WHAT THE TASK ASKS: The output should be the line containing "span_s = int(found.group(1))" and every later line of the records, exactly as written, and nothing else.

AVAILABLE DATA:
------------------------------------------------

def silent_areas(products: Products, silent_s: float, limits: Mapping[str, float] | None = None) -> Products:
    """The day with cells and sites unseen, where they would hold, while the receiver nearest to them is silent.

    Warnings stay.  Who was silent when is kept among the facts of the day, for places that are judged later (see
    `impact.silence`).  Pure.

    limits  receiver -> span [s] where it has one of its own
    """
    fields, rays = products.fields, products.samples.rays
    if not len(fields.times) or not rays.receivers:
        return products
    spans = [_s((limits or {}).get(receiver.name, silent_s)) for receiver in rays.receivers]
    data = [np.unique(rays.time[rays.receiver == number]) for number in range(len(rays.receivers))]
    silent = silence.find(rays.receivers, data, fields.times, spans)
    if not silent.spans:
        return products
    cells = silent.over(fields.lats[:, None], fields.lons[None, :], fields.times)
    state = np.where(cells & (fields.state == HOLDS), UNSEEN, fields.state).astype(np.uint8)
    codes, reasons = products.site_states.copy(), []
    for column, site in enumerate(products.region.sites):
        told = list(products.site_reasons[column])
        for row, why in enumerate(silent.told(site.lat, site.lon, fields.times)):
            if why and codes[row, column] == HOLDS:
                codes[row, column] = UNSEEN
                told[row] = why
        reasons.append(tuple(told))
    counts = {**products.origin.counts, silence.FACTS: silence.facts(silent)}
    return replace(
        products, fields=replace(fields, state=state), site_states=codes, site_reasons=tuple(reasons),
        origin=replace(products.origin, counts=counts),
    )  # fmt: skip


# ---------------------------------------------------------------------------------------------- the folder


# What of a usual file name tells its span: 01H or 15M in long names, the letter of an hour and minutes in short ones.
_LONG_SPAN = re.compile(r"[A-Z0-9]{9}_[A-Z]_\d{11}_(\d\d)([MH])_", re.ASCII)
_SHORT_SPAN = re.compile(r"[A-Za-z0-9]{4}\d{3}[a-xA-X](\d\d)?\.\d\d", re.ASCII)


def span_of(name: str) -> float:
    """The span [s] that a file's name tells, as the RINEX descriptions have it; 0 for none, and for over an hour."""
    found = _LONG_SPAN.match(name)
    if found:
        span_s = int(found.group(1)) * (60.0 if found.group(2) == "M" else 3600.0)
        return span_s if span_s <= 3600.0 else 0.0
    short = _SHORT_SPAN.match(name)
    return 0.0 if short is None else 900.0 if short.group(1) else 3600.0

------------------------------------------------

SOLUTION BELOW:
        span_s = int(found.group(1)) * (60.0 if found.group(2) == "M" else 3600.0)
        return span_s if span_s <= 3600.0 else 0.0
    short = _SHORT_SPAN.match(name)
    return 0.0 if short is None else 900.0 if short.group(1) else 3600.0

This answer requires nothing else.